Information shown:

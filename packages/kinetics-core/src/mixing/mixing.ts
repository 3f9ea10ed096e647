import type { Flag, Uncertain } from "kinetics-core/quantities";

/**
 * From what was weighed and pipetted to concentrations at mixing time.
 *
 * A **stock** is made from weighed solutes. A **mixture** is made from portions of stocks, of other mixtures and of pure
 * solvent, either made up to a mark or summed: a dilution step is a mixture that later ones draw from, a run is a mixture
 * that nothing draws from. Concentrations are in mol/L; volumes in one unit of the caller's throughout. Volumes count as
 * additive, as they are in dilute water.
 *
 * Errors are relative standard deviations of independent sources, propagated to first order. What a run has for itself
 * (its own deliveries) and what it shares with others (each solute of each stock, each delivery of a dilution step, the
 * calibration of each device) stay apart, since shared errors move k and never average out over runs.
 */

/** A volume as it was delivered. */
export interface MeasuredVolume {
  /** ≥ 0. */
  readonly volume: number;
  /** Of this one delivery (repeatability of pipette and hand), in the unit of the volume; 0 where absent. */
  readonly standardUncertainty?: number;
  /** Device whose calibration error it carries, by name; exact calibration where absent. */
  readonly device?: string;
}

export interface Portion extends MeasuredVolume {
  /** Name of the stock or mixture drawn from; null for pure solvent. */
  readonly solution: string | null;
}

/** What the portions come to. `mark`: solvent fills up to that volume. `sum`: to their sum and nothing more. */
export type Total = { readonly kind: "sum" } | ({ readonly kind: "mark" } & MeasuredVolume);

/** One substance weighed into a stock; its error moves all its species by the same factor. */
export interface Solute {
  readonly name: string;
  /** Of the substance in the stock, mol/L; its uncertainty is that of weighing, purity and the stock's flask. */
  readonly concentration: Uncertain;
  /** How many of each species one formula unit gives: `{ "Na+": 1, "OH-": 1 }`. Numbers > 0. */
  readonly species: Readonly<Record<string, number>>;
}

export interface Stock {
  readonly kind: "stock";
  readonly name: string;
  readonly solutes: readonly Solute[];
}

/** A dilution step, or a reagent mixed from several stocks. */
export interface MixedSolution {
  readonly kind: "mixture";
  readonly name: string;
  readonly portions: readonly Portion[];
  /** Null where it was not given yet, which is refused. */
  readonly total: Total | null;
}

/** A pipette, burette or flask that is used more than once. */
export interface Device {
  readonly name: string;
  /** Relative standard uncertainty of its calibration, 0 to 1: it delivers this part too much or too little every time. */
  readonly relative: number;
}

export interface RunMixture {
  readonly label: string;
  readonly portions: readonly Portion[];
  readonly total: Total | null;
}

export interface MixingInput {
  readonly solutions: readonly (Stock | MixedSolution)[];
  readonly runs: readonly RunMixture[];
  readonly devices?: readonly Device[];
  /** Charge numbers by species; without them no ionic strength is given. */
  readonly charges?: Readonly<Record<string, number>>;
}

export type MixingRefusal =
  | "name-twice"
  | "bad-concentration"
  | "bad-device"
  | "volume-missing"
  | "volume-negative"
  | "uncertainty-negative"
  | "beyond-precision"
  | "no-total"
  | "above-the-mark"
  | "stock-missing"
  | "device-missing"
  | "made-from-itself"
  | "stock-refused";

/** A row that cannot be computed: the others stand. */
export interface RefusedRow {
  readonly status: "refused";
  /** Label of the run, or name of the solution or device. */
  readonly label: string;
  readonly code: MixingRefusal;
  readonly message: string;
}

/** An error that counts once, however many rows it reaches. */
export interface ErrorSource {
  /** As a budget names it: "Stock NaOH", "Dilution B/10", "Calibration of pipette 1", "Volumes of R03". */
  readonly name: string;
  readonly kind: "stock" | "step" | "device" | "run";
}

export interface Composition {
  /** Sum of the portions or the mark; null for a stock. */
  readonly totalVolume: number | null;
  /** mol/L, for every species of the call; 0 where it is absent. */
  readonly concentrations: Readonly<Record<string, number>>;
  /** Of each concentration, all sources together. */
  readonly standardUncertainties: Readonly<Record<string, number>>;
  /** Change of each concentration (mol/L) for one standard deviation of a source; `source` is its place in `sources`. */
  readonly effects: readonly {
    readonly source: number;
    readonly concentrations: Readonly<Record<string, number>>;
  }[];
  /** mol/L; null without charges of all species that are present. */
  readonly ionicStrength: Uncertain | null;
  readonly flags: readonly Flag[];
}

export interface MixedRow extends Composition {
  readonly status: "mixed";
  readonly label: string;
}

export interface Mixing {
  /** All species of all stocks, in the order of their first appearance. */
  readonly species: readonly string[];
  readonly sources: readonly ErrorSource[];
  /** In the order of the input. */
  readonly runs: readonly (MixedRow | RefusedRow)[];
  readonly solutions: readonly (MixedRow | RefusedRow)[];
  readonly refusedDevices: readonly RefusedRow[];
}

* * *

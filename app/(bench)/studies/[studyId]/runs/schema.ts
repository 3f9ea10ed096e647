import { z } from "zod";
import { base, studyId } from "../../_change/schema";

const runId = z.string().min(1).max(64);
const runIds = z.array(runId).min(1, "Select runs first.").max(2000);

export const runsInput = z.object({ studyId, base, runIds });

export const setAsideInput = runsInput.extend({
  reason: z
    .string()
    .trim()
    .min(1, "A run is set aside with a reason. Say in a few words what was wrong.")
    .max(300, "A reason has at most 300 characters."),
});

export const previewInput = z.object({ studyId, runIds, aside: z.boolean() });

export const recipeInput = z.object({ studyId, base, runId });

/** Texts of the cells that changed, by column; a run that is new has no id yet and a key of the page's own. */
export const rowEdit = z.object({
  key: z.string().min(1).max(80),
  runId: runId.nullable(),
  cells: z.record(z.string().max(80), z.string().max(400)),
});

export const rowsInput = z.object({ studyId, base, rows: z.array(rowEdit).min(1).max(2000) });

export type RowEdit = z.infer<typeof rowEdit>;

What is required: Select every line in the material above where the string "status" occurs, and copy it.

Output of the exercise:
  readonly status: "refused";
  readonly status: "mixed";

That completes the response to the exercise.